Les coureurs de jupons, il y en a dans tous les groupes socioculturels. On parle plus des Bété parce qu'ils font beaucoup de funérailles. Or, les funérailles sont des lieux de rencontres. Parce qu'à des funérailles bété, il y a toujours un ou plusieurs chansonniers présents. Donc, tout en y allant pour exprimer sa douleur, on y va aussi pour écouter de belles chansons, voir l'artiste. Cela attire même des personnes qui ne sont pas des proches du défunt. Et, là où il y a rencontres, il y a évidemment des femmes et des hommes. Tout naturellement, il y a des échanges. Et ainsi de suite.


•On parle aussi de ''doubeï'' chez les Bété. De quoi s'agit-il exactement ?

Les doubéï d'un homme, ce sont les femmes du même patrilignage que lui. Vous êtes complices, mais, il n'y a pas de relations sexuelles entre vous. Vous vous rendez service. Le garçon va par exemple cueillir des régimes de banane pour la fille qui en retour lave ses habits et fait la cuisine pour lui.
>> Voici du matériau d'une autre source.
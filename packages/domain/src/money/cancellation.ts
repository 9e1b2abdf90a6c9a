// Work agreed in the customer's home is an off-premises contract under the Consumer Contracts
// (Information, Cancellation and Additional Charges) Regulations 2013 (SI 2013/3134). Regulation 10 and
// Schedule 2 ask for the cancellation information before the contract binds; Schedule 3 gives the model
// instructions (Part A) and the model cancellation form (Part B). The wording below follows Schedule 3
// (from memory of the published text, Crown copyright under the Open Government Licence), with the firm's
// details filled in where the Schedule leaves a blank.

export interface CancellationFirm {
  name: string;
  address: string | null;
  phone: string | null;
  email: string | null;
}

/** The cancellation period: 14 days from the day the contract is made (regulations 29 and 30(3)). */
export const CANCELLATION_PERIOD_DAYS = 14;

function firmLine(f: CancellationFirm): string {
  return [f.name, f.address?.replace(/\s*\n\s*/g, ', '), f.phone && `phone ${f.phone}`, f.email && `e-mail ${f.email}`]
    .filter(Boolean)
    .join(', ');
}

/** Schedule 3, Part A: the model instructions for cancellation, for a contract for services. */
export function cancellationInformation(f: CancellationFirm): string[] {
  return [
    'Right to cancel',
    `You have the right to cancel this contract within ${CANCELLATION_PERIOD_DAYS} days without giving any reason.`,
    `The cancellation period will expire after ${CANCELLATION_PERIOD_DAYS} days from the day of the conclusion of the contract.`,
    `To exercise the right to cancel, you must inform us (${firmLine(f)}) of your decision to cancel this contract by a clear statement (e.g. a letter sent by post or e-mail). You may use the model cancellation form below, but it is not obligatory.`,
    'To meet the cancellation deadline, it is sufficient for you to send your communication concerning your exercise of the right to cancel before the cancellation period has expired.',
    'Effects of cancellation',
    'If you cancel this contract, we will reimburse to you all payments received from you. We will make the reimbursement without undue delay, and not later than 14 days after the day on which we are informed about your decision to cancel this contract, using the same means of payment as you used for the initial transaction, unless you have expressly agreed otherwise; in any event, you will not incur any fees as a result of the reimbursement.',
    'If you requested us to begin the performance of services during the cancellation period, you shall pay us an amount which is in proportion to what has been performed until you have communicated us your cancellation of this contract, in comparison with the full coverage of the contract.',
    'If the service is fully performed within the cancellation period at your express request, you will lose the right to cancel once it has been fully performed.',
  ];
}

/** Schedule 3, Part B: the model cancellation form. */
export function modelCancellationForm(f: CancellationFirm, quoteNumber: string): string[] {
  return [
    'Model cancellation form (complete and return this form only if you wish to cancel the contract)',
    `To: ${firmLine(f)}`,
    `I/We [*] hereby give notice that I/We [*] cancel my/our [*] contract for the supply of the following service [*]: quote ${quoteNumber}`,
    'Ordered on [*]',
    'Name of consumer(s):',
    'Address of consumer(s):',
    'Signature of consumer(s) (only if this form is notified on paper):',
    'Date:',
    '[*] Delete as appropriate.',
  ];
}

/** The words the customer ticks to ask for the work within the cancellation period (regulation 36). */
export const EXPRESS_REQUEST_WORDS =
  'I ask for the work to be done within the 14-day cancellation period. I understand that if I cancel after the work has started I must pay for what has been done, and that I lose the right to cancel once the work is complete.';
Mais avec l'évolution des choses, les jeunes générations ont travesti cette tradition. Ils vont jusqu'aux rapports sexuels. Sinon, à l'origine cette relation était juste fraternelle.


•Quelle avenir finalement pour toutes ces valeurs?
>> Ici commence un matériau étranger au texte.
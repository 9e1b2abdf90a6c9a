import type { Knex } from 'knex';

// The firm's price list: visits (base + rate per radiator, or radiator bands), chemicals at a sell
// price (tied to a product) and extras. Whole pence in integer columns.
export async function up(knex: Knex): Promise<void> {
  await knex.schema.createTable('price_items', (t) => {
    t.increments('id').primary();
    t.integer('firm_id').unsigned().notNullable().references('firms.id').onDelete('CASCADE');
    t.enum('kind', ['visit', 'chemical', 'extra']).notNullable();
    t.string('name', 120).notNullable();
    t.enum('visit_kind', ['full_clean', 'inhibitor_only', 'annual_check']).nullable();
    t.enum('pricing', ['per_radiator', 'bands']).nullable();
    t.integer('base_pence').unsigned().notNullable().defaultTo(0);
    t.integer('per_radiator_pence').unsigned().notNullable().defaultTo(0);
    t.json('bands').nullable();
    t.integer('product_id').unsigned().nullable().references('products.id');
    t.integer('unit_pence').unsigned().notNullable().defaultTo(0);
    t.boolean('active').notNullable().defaultTo(true);
    t.timestamp('created_at', { precision: 3 }).notNullable().defaultTo(knex.fn.now(3));
    t.index(['firm_id', 'kind']);
  });
}

export async function down(knex: Knex): Promise<void> {
  await knex.schema.dropTable('price_items');
}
Franchement, je dois dire que ces valeurs sont en pleine mutation à l'image de tous les groupes socioculturels. En principe, en pays bété, la justice est aux mains des hommes. Quand on vient juger un conflit, les hommes sont dans un cercle tandis que les femmes sont derrière. Aujourd'hui, comme je l'ai dit, après le patrilignage, l'affaire est portée devant l'instance villageoise. Et désormais, au lieu que ce soit l'instance tribale qui soit l'étape suivante, elle est remplacée par l'administration, c'est-à-dire le préfet ou le sous-préfet. Or, parmi ces autorités administratives, figurent aujourd'hui des femmes. De telle sorte qu'aujourd'hui, les femmes prennent une part active dans le règlement des conflits. Des femmes sont même propriétaires de plantation. Ce qui n'existait pas dans le passé. Il en est de même pour les interdits. A quoi sert-il aujourd'hui d'avoir des interdits que certains respectent et d'autres pas. Avec la mondialisation, les télévisions partout, les habitudes ont changé au village. Même la manière de faire l'amour a changé. Puisque l'on veut copier ce qui est vu à la télévision. Dans la société traditionnelle, tu ne pouvais pas parler d'embrassade et de baiser. Aujourd'hui, je suis sûr qu'il y a des vieux qui font plus au village. C'est cela la mondialisation, la globalisation. C'est ce que nous, les anthropologues, appelons une acculturation. C'est-à-dire qu'on laisse certains éléments de notre propre culture pour épouser des éléments d'autres cultures. Donc on est en pleine acculturation.


•Que font les Bété pour sauvegarder leur culture?

Ce qui peut être sauvé est sauvé. Mais, il y a ce qui ne peut pas l'être. Par exemple, le bois sacré qui est du domaine de la religion. La religion judéo chrétienne a envahi tous les villages. Il ne sert plus à rien d'aller adorer une forêt ou une rivière. Je peux vous citer l'exemple de la prohibition de l'inceste. Elle est toujours en vigueur dans la tradition. Mais, il y a des jeunes qui tissent des relations amoureuses en ville. Et lorsqu'ils viennent au village on se rend compte qu'ils ont des liens de parenté. Lorsqu'il s'avère que le jeune homme est nanti, les parents ferment les yeux sur cette relation. Il y a plusieurs cas. Normalement, dans la société traditionnelle, ce mariage doit être détruit. Aujourd'hui, on devient tolérant vis-à-vis de cela pour des raisons matérielles.